What is required
Please count the lines of the data that contain "steering" and state only the total.

── Input records

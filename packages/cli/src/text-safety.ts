/**
 * Control characters (C0, DEL, C1), line and paragraph separators and the bidirectional overrides: text
 * from input files (satellite ids, clock names, review ids) carrying them could move the cursor, recolour
 * or rewrite a terminal, or reorder what is shown (common practice, no source).
 */
const UNSAFE_CHARACTERS = /[\u0000-\u001f\u007f-\u009f\u2028\u2029\u202a-\u202e\u2066-\u2069]/g;

/**
 * Escapes the characters of {@link UNSAFE_CHARACTERS} as visible text (`\x1B`, `\u202E`), so a value
 * from a file is shown as it is and cannot act on the terminal.
 * @param keep  Characters left as they are (e.g. `\n` for a whole multi-line output).
 */
export function escapeControlCharacters(text: string, keep = ''): string {
  return text.replace(UNSAFE_CHARACTERS, (c) => {
    if (keep.includes(c)) return c;
    const n = c.charCodeAt(0);
    return n < 0x100 ? `\\x${n.toString(16).toUpperCase().padStart(2, '0')}` : `\\u${n.toString(16).toUpperCase()}`;
  });
}
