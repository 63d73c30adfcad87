#!/usr/bin/env python3
"""Independent reference values for packages/elements/test/fleet-timeline/fleet-timeline.test.ts [C].

The smallest bound b with P(|X| <= b) = p for X ~ N(m, sigma^2), solved with scipy's normal CDF
and Brent's method (scipy 1.17.1), and scipy.special.erfc at a few points. Run:
    python3 packages/elements/test/fleet-timeline/fleet_margin_reference.py
and paste the printed lines into the test if the cases change.
"""
from scipy.optimize import brentq
from scipy.special import erfc
from scipy.stats import norm

CASES = [  # (mean, sigma, p)
    (0.0, 1.0, 0.95),
    (3.0, 1.0, 0.95),
    (1.0e-8, 5.0e-9, 0.95),
    (2.5e-8, 4.0e-9, 0.9973),
    (-1.2e-8, 8.0e-9, 0.68),
    (1.0e-8, 1.0e-9, 0.95),
]

for m, s, p in CASES:
    f = lambda b: norm.cdf((b - abs(m)) / s) - norm.cdf((-b - abs(m)) / s) - p
    z = norm.ppf((1 + p) / 2)
    b = brentq(f, abs(m), abs(m) + z * s + s, xtol=1e-30, rtol=1e-15)
    print(f"[{m!r}, {s!r}, {p!r}, {float(z)!r}, {float(b)!r}],")
for p in [0.68, 0.95, 0.9973]:
    print(f"[{p!r}, {float(norm.ppf(p))!r}],")
for x in [-1.5, -0.3, 0.0, 0.7, 2.0, 4.5]:
    print(f"[{x!r}, {float(erfc(x))!r}],")
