/** The cheapest admissible command at controllable boundary i (see forwardOptimal). */
function chooseCommand(
  model: OptimalModel,
  i: number,
  state: Readonly<ClockState>,
  cumulative: number,
  s: Readonly<Matrix3>,
  g: Readonly<Vec3>,
  rF: number,
  rP: number,
): Candidate {
  const { norm, braking } = model;
  const q = (dx: number, dy: number, charge: number): number => {
    const z: Vec3 = [state[0] + dx, state[1] + dy, state[2]];
    return quadForm3(z, s) + 2 * (g[0] * z[0] + g[1] * z[1] + g[2] * z[2]) + charge;
  };
  const violation = (dx: number, du: number): number =>
    restViolation(braking, i, state[0], [state[0] + dx, state[1] + du, state[2]], cumulative + du);
  const none: Candidate = { cost: q(0, 0, 0), kind: 'none', step: { steps: 0, amount: 0 }, violation: violation(0, 0) };
  const candidates: Candidate[] = [none];
  const res = norm.actuator.resolution;
  const uStar = -(s[1][0] * state[0] + s[1][1] * state[1] + s[1][2] * state[2] + g[1]) / (s[1][1] + rF);
  const tried = new Set<number>();
  for (const rounding of ['floor', 'ceil'] as const) {
    const wanted = quantiseFrequency(norm, uStar, cumulative, rounding);
    const adm = admissibleSteps(braking, i, state, cumulative, wanted.steps);
    if (adm.steps === 0 || tried.has(adm.steps)) continue;
    tried.add(adm.steps);
    const amount = adm.steps * res;
    const step: QuantisedStep = adm.steps === wanted.steps ? wanted : { steps: adm.steps, amount };
    candidates.push({
      cost: q(0, amount, rF * amount * amount + norm.weights.command),
      kind: 'frequency',
      step,
      violation: adm.violation,
    });
  }
  if (norm.actuator.phaseAllowed) {
    const pStar = -(s[0][0] * state[0] + s[0][1] * state[1] + s[0][2] * state[2] + g[0]) / (s[0][0] + rP);
    for (const rounding of ['floor', 'ceil'] as const) {
      const qs = quantisePhase(norm, pStar, rounding);
      if (qs.steps === 0) continue;
      candidates.push({
        cost: q(qs.amount, 0, rP * qs.amount * qs.amount + norm.weights.command),
        kind: 'phase',
        step: qs,
        violation: violation(qs.amount, 0),
      });
    }
  }
  // Admissible candidates first (smallest violation), then the lowest cost.
  let best = none;
  for (const c of candidates)
    if (c.violation < best.violation || (c.violation === best.violation && c.cost < best.cost)) best = c;
  return best;
}
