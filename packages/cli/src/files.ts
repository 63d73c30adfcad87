/**
 * Reading input files for `tauline` commands: one place that turns the ways a file can be unusable
 * (missing, a directory, a pipe or device, binary, too large, unreadable, empty, malformed JSON) into
 * one clear line with exit status 2. `-` names standard input wherever a file is read.
 */
import { createReadStream } from 'node:fs';
import { stat } from 'node:fs/promises';
import { ParseError } from '@tauline/sdk/errors';
import { UsageError } from './framework.js';

/**
 * Offset of the first JSON syntax error in `text` (RFC 8259 grammar), or undefined when the
 * text is valid JSON. Independent of the engine's JSON.parse message, whose wording and
 * position report differ between Node versions.
 */
export function jsonErrorOffset(text: string): number | undefined {
  const scan = new JsonScanner(text);
  try {
    scan.value();
    scan.ws();
    return scan.i < text.length ? scan.i : undefined;
  } catch (at) {
    return typeof at === 'number' ? at : undefined;
  }
}

/** A recursive-descent pass over RFC 8259 JSON that throws the offset of the first syntax error. */
class JsonScanner {
  i = 0;
  constructor(private readonly text: string) {}

  ws(): void {
    while (this.i < this.text.length && ' \t\n\r'.includes(this.text.charAt(this.i))) this.i++;
  }

  fail(): never {
    throw this.i;
  }

  literal(word: string): void {
    for (const ch of word) {
      if (this.text[this.i] !== ch) this.fail();
      this.i++;
    }
  }

  str(): void {
    const text = this.text;
    this.i++;
    while (this.i < text.length && text[this.i] !== '"') {
      if (text.charCodeAt(this.i) < 0x20) this.fail();
      if (text[this.i] === '\\') {
        this.i++;
        const esc = text[this.i];
        if (esc === 'u') {
          if (!/^[0-9a-fA-F]{4}$/.test(text.slice(this.i + 1, this.i + 5))) this.fail();
          this.i += 4;
        } else if (esc === undefined || !'"\\/bfnrt'.includes(esc)) this.fail();
      }
      this.i++;
    }
    if (this.i >= text.length) this.fail();
    this.i++;
  }

  num(): void {
    const m = /^-?(0|[1-9]\d*)(\.\d+)?([eE][+-]?\d+)?/.exec(this.text.slice(this.i, this.i + 400));
    if (!m) this.fail();
    this.i += m[0].length;
  }

  /** The members of an object or the elements of an array, from its opening bracket to its closing one. */
  container(close: '}' | ']'): void {
    this.i++;
    this.ws();
    if (this.text[this.i] === close) {
      this.i++;
      return;
    }
    for (;;) {
      if (close === '}') {
        this.ws();
        if (this.text[this.i] !== '"') this.fail();
        this.str();
        this.ws();
        if (this.text[this.i] !== ':') this.fail();
        this.i++;
      }
      this.value();
      this.ws();
      if (this.text[this.i] === ',') {
        this.i++;
        continue;
      }
      if (this.text[this.i] === close) {
        this.i++;
        return;
      }
      this.fail();
    }
  }

  value(): void {
    this.ws();
    const c = this.text[this.i];
    if (c === '{') this.container('}');
    else if (c === '[') this.container(']');
    else if (c === '"') this.str();
    else if (c === 't') this.literal('true');
    else if (c === 'f') this.literal('false');
    else if (c === 'n') this.literal('null');
    else this.num();
  }
}

/** 1-based line and column of a character offset in `text`. */
export function lineColumn(text: string, offset: number): { line: number; column: number } {
  const before = text.slice(0, offset);
  const lastNewline = before.lastIndexOf('\n');
  return { line: before.split('\n').length, column: offset - lastNewline };
}

/** The file name that means standard input wherever a command reads a file. */
export const STANDARD_INPUT = '-';

/**
 * Largest document read whole into memory (a JSON scenario or review file, a leap-seconds list), in bytes.
 * A design choice (common practice, no source): the largest real document is a few hundred kB.
 */
export const MAX_DOCUMENT_BYTES = 64 * 1024 * 1024;

/**
 * Largest clock-record file (phase or frequency text, RINEX clock), in bytes: every record is held in
 * memory (a RINEX clock record costs about 4× its text), so the limit keeps a run within a few hundred MB.
 * A day of 30-s RINEX clock data for a whole constellation is well below it. Design choice, no source.
 */
export const MAX_RECORD_BYTES = 128 * 1024 * 1024;

/**
 * Largest RINEX navigation file, in bytes. The reader streams, but the records inside the requested window
 * are kept (about 2 kB of memory each); a month of daily merged multi-system files is about 300 MB.
 * Design choice, no source.
 */
export const MAX_NAVIGATION_BYTES = 512 * 1024 * 1024;

/** Bytes read from a file at a time. */
const CHUNK_BYTES = 256 * 1024;

let standardInput: () => AsyncIterable<Uint8Array | string> = () => process.stdin;

/**
 * Sets what `-` reads (the binary: process.stdin; tests: an in-memory stream). Returns the previous source.
 * @internal used by `main`
 */
export function setStandardInput(
  source: () => AsyncIterable<Uint8Array | string>,
): () => AsyncIterable<Uint8Array | string> {
  const previous = standardInput;
  standardInput = source;
  return previous;
}

/** How a path is named in messages: `standard input` for `-`, otherwise the path quoted. */
export function displayName(path: string): string {
  return path === STANDARD_INPUT ? 'standard input' : JSON.stringify(path);
}

/** The size of `n` bytes in MiB, for messages. */
function mib(n: number): string {
  return `${Math.round(n / 1048576)} MiB`;
}

/**
 * Checks that `path` names a regular file (or is `-`, standard input) before it is read. A directory,
 * a named pipe (FIFO: reading one may wait forever for a writer), a device (`/dev/zero`,
 * `/dev/urandom`: endless) or a socket is a one-line usage error naming what was expected.
 * A missing file keeps its ENOENT error (reported as "no such file").
 * @param maxBytes  When given, a larger regular file is refused up front, naming the limit.
 */
export async function requireRegularFile(path: string, what: string, maxBytes?: number): Promise<void> {
  if (path === STANDARD_INPUT) return;
  const info = await stat(path);
  const name = displayName(path);
  if (info.isDirectory()) throw new UsageError(`${name} is a directory; expected ${what}`);
  if (info.isFIFO())
    throw new UsageError(
      `${name} is a named pipe (FIFO), not a regular file; expected ${what} (give - to read standard input)`,
    );
  if (info.isCharacterDevice() || info.isBlockDevice())
    throw new UsageError(`${name} is a device, not a regular file; expected ${what}`);
  if (!info.isFile()) throw new UsageError(`${name} is not a regular file; expected ${what}`);
  if (maxBytes !== undefined && info.size > maxBytes) {
    throw new UsageError(`${name} is ${info.size} bytes, more than the ${mib(maxBytes)} limit for ${what}`);
  }
}

/** Options of {@link textChunks}. */
export interface TextChunkOptions {
  /** Refuse input longer than this many bytes (checked up front for a regular file, while reading otherwise). */
  readonly maxBytes?: number;
  /** Called with each chunk's size in bytes (progress bars). */
  readonly onChunk?: (bytes: number) => void;
}

/**
 * Streams a file (or standard input for `-`) as UTF-8 text chunks, after {@link requireRegularFile}.
 * Binary input is refused at its first NUL byte (a sparse or binary file, `/dev/zero` piped in), and
 * input beyond `maxBytes` as soon as it is passed, so memory stays bounded by one chunk.
 * Invalid UTF-8 becomes U+FFFD, which the readers then refuse with a line and column.
 * @param what  What the file should be, for messages (e.g. "an SP3 file").
 * @throws {UsageError} for a directory, pipe, device, NUL byte or an input over `maxBytes`.
 */
export async function* textChunks(path: string, what: string, options: TextChunkOptions = {}): AsyncGenerator<string> {
  const { maxBytes, onChunk } = options;
  await requireRegularFile(path, what, maxBytes);
  const source = path === STANDARD_INPUT ? standardInput() : createReadStream(path, { highWaterMark: CHUNK_BYTES });
  const decoder = new TextDecoder('utf-8', { ignoreBOM: true });
  let total = 0;
  for await (const chunk of source) {
    const bytes = typeof chunk === 'string' ? Buffer.from(chunk, 'utf8') : chunk;
    const nul = bytes.indexOf(0);
    if (nul >= 0) {
      throw new UsageError(
        `${displayName(path)} is not a text file (a NUL byte at byte ${total + nul + 1}); expected ${what}`,
      );
    }
    total += bytes.length;
    if (maxBytes !== undefined && total > maxBytes) {
      throw new UsageError(`${displayName(path)} is longer than the ${mib(maxBytes)} limit for ${what}`);
    }
    onChunk?.(bytes.length);
    const text = decoder.decode(bytes, { stream: true });
    if (text !== '') yield text;
  }
  const rest = decoder.decode();
  if (rest !== '') yield rest;
}

/**
 * Reads a whole file (or standard input for `-`) as UTF-8 text, refusing a directory, pipe, device,
 * binary content or more than {@link MAX_DOCUMENT_BYTES} (see {@link textChunks}).
 * A missing file keeps its ENOENT error (reported as "no such file").
 * @param path  The file path as the user typed it, or `-`.
 * @param what  What the file should be, for the message (e.g. "a steering scenario (JSON)").
 */
export async function readTextFile(path: string, what: string): Promise<string> {
  const parts: string[] = [];
  for await (const chunk of textChunks(path, what, { maxBytes: MAX_DOCUMENT_BYTES })) parts.push(chunk);
  return parts.join('');
}

/**
 * Reads and parses a JSON file. An empty file or a syntax error becomes a ParseError naming the
 * file, line and column of the first error and the text found there.
 * @param path  The file path.
 * @param what  What the document should be, e.g. "a steering scenario" (used in messages).
 * @throws {ParseError} for an empty file or malformed JSON.
 * @throws {UsageError} for a directory or non-regular file.
 */
export async function readJsonFile(path: string, what = 'a JSON document'): Promise<unknown> {
  const text = await readTextFile(path, `${what} (JSON)`);
  const body = text.charCodeAt(0) === 0xfeff ? text.slice(1) : text;
  if (body.trim() === '') throw new ParseError(sourceLabel(path), 1, 1, `${what} (JSON)`, 'an empty file');
  try {
    return JSON.parse(body) as unknown;
  } catch (error) {
    const enginePosition = /position (\d+)/.exec(error instanceof Error ? error.message : '')?.[1];
    const offset = jsonErrorOffset(body) ?? (enginePosition !== undefined ? Number(enginePosition) : 0);
    const { line, column } = lineColumn(body, offset);
    const found =
      offset >= body.length
        ? 'the end of the file (truncated?)'
        : (body.slice(offset, offset + 24).split(/\r?\n/, 1)[0] ?? '');
    throw new ParseError(sourceLabel(path), line, column, `valid JSON (${what})`, found);
  }
}

/** The source name given to the readers: the path, or `stdin` for `-`. */
export function sourceLabel(path: string): string {
  return path === STANDARD_INPUT ? 'stdin' : path;
}
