/**
 * Checked reads for indices the caller's own logic computes (a bisection bracket, a window edge, a
 * table lookup): a bug shows as an error naming the index and the length, never as an `undefined`
 * travelling on as `NaN`.
 *
 * @module
 */

/** `values[index]`, or a `RangeError` naming `name`, the index and the length when there is no element there. */
export function at<T>(values: ArrayLike<T>, index: number, name = 'values'): T {
  const value = values[index];
  if (value === undefined) {
    throw new RangeError(`${name}[${index}] is outside its ${values.length} element(s) (internal index error)`);
  }
  return value;
}

/** The last element of `values`, or a `RangeError` naming `name` when it is empty. */
export function last<T>(values: ArrayLike<T>, name = 'values'): T {
  return at(values, values.length - 1, name);
}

────

Answer section
2